A second misconception is that “automation” implies full autonomy. In the literature, some AutoPerf systems remain decisional aids rather than self-sufficient optimizers. Aftermath’s AutoPerf guides users to relevant trace slices and indicators rather than automatically transforming code (Drebes et al., 2014). AutoAnalyzer produces core attributes and CCRs that direct optimization, but the optimizations themselves remain external actions (Liu et al., 2011). Even in the recommender-system setting, the paper emphasizes interpretable, auditable orchestration and states that detailed validation and safety checks are not specified (Zhang et al., 27 Mar 2026).

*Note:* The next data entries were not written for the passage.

def check_entry(entry: PlantEntry) -> None:
    """Check the entry at nominal values and at each end of each vary range."""
    _check_at(entry, {})
    for vname, rng in entry.vary.items():
        for bound, value in (("min", rng.min), ("max", rng.max)):
            try:
                _check_at(entry, {vname: value})
            except InputError as exc:
                raise InputError.at(
                    rng.location,
                    f"with {vname} = {value:g} (vary {vname}.{bound}): {exc.message}",
                ) from None
    for oname, (low, high, where) in entry.operating_range.items():
        for bound, value in (("min", low), ("max", high)):
            try:
                _check_at(entry, {oname: value})
            except InputError as exc:
                raise InputError.at(
                    where,
                    f"with {oname} = {value:g} (operating_range {bound}): {exc.message}",
                ) from None


def _check_at(entry: PlantEntry, overrides: Mapping[str, float]) -> None:
    param_overrides = {k: v for k, v in overrides.items() if k in entry.parameters}
    field_overrides = {k: v for k, v in overrides.items() if k not in entry.parameters}
    values = evaluate_parameters(entry.parameters, param_overrides)
    fields = entry.fields
    locations = entry.field_locations

    def where(key: str) -> Location:
        return locations.get(key, entry.location)

    def number(key: str, item: Any = None) -> float:
        if item is None:
            if key in field_overrides:
                return float(field_overrides[key])
            item = fields[key]
        if isinstance(item, Expression):
            return item.evaluate(values)
        return float(item)

    for key in SCALAR_FIELDS[entry.kind]:
        if key not in fields and key not in field_overrides:
            continue
        value = number(key)
        if key in _POSITIVE and not value > 0:
            raise InputError.at(where(key), f"{key} must be > 0, found {value:g}")
        if key in _NON_NEGATIVE and not value >= 0:
            raise InputError.at(where(key), f"{key} must be >= 0, found {value:g}")
        if key in _NON_ZERO and value == 0:
            raise InputError.at(where(key), f"{key} is 0: the plant would have no output")
    if entry.kind == "second_order":
        damping = number("damping")
        if damping < 0:
            raise InputError.at(
                where("damping"),
                f"damping must be >= 0, found {damping:g} (give an unstable plant as "
                "zero_pole_gain or transfer_function)",
            )
    _KIND_CHECKS.get(entry.kind, lambda *a: None)(entry, number, where)


def _strip(coefficients: list[float]) -> list[float]:
    for index, value in enumerate(coefficients):
        if value != 0:
            return coefficients[index:]
    return []


def _check_transfer_function(entry: PlantEntry, number: Callable, where: Callable) -> None:
    num = _strip([number("", c) for c in entry.fields["numerator"]])
    den = _strip([number("", c) for c in entry.fields["denominator"]])
    if not den:
        raise InputError.at(where("denominator"), "the denominator is all zeros")
    if not num:
        raise InputError.at(
            where("numerator"), "the numerator is all zeros: the plant would have no output"
        )
    if len(den) - 1 > MAX_ORDER:
        raise InputError.at(
            where("denominator"), f"order {len(den) - 1} exceeds the limit of {MAX_ORDER}"
        )
    if len(num) > len(den):
        raise InputError.at(
            where("numerator"),
            f"improper plant: numerator degree {len(num) - 1} is above denominator degree "
            f"{len(den) - 1} (a physical plant has at least as many poles as zeros)",
        )


def _root_order(entry: PlantEntry, key: str, number: Callable, where: Callable) -> int:
    order = 0
    for index, item in enumerate(entry.fields.get(key, [])):
        place = where(f"{key}.{index}")
        if isinstance(item, dict) and "freq_hz" in item:
            freq = number("", item["freq_hz"])
            damping = number("", item["damping"])
            if not freq > 0:
                raise InputError.at(place, f"{key}.{index}.freq_hz must be > 0, found {freq:g}")
            if not -1.0 <= damping <= 1.0:
                raise InputError.at(
                    place,
                    f"{key}.{index}.damping must be within [-1, 1] for a pair, found {damping:g}"
                    " (give real roots as plain numbers)",
                )
            order += 2
        elif isinstance(item, dict):
            number("", item["re"])
            number("", item["im"])
            order += 2
        else:
            number("", item)
            order += 1
    return order


def _check_zero_pole_gain(entry: PlantEntry, number: Callable, where: Callable) -> None:
    poles = _root_order(entry, "poles", number, where)
    zeros = _root_order(entry, "zeros", number, where)
    if poles > MAX_ORDER:
        raise InputError.at(where("poles"), f"order {poles} exceeds the limit of {MAX_ORDER}")
    if zeros > poles:
        raise InputError.at(
            where("zeros"),
            f"improper plant: {zeros} zeros but only {poles} pole{'s' if poles != 1 else ''} "
            "(a physical plant has at "
            "least as many poles as zeros)",
        )


def _check_state_space(entry: PlantEntry, number: Callable, where: Callable) -> None:
    a, b, c, d = (entry.fields[k] for k in "abcd")
    n = len(a)
    if n > MAX_ORDER:
        raise InputError.at(where("a"), f"order {n} exceeds the limit of {MAX_ORDER}")
    shapes = {"a": (n, n), "b": (n, 1), "c": (1, n), "d": (1, 1)}
    for key, matrix in zip("abcd", (a, b, c, d), strict=True):
        rows, cols = shapes[key]
        found_cols = {len(row) for row in matrix}
        if len(matrix) != rows or found_cols != {cols}:
            found = f"{len(matrix)}x{'/'.join(str(x) for x in sorted(found_cols))}"
            raise InputError.at(
                where(key),
                f"'{key}' must be {rows}x{cols} (a is n x n, b n x 1, c 1 x n, d 1 x 1 for a "
                f"single-input single-output model with n = {n}), found {found}",
            )
        for row in matrix:
            for item in row:
                number("", item)


def _check_measured(entry: PlantEntry, number: Callable, where: Callable) -> None:
    if entry.fields.get("unstable_poles", 0) > MAX_ORDER:  # pragma: no cover - schema caps it
        raise InputError.at(where("unstable_poles"), "too many unstable poles")


_KIND_CHECKS: dict[str, Callable] = {
    "transfer_function": _check_transfer_function,
    "zero_pole_gain": _check_zero_pole_gain,
    "state_space": _check_state_space,
    "measured_response": _check_measured,
}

In aggregate, AutoPerf names a research trajectory that treats performance engineering as an object of automation. Its concrete instantiations differ sharply—autoencoders over hardware telemetry, rule-based anomaly scores over IPC predictions, clustering and rough sets over code-region metrics, online rollout control in recommender systems, Dockerized mining pipelines for C++, and latency-stressing test generation for autonomous driving—but all share the premise that performance failures can be made legible through structured measurement, automated decision procedures, and explicit feedback loops (Alam et al., 2017, Barboza et al., 2020, Liu et al., 2011, Zhang et al., 27 Mar 2026, Ho et al., 11 May 2026, Pham et al., 15 Oct 2025).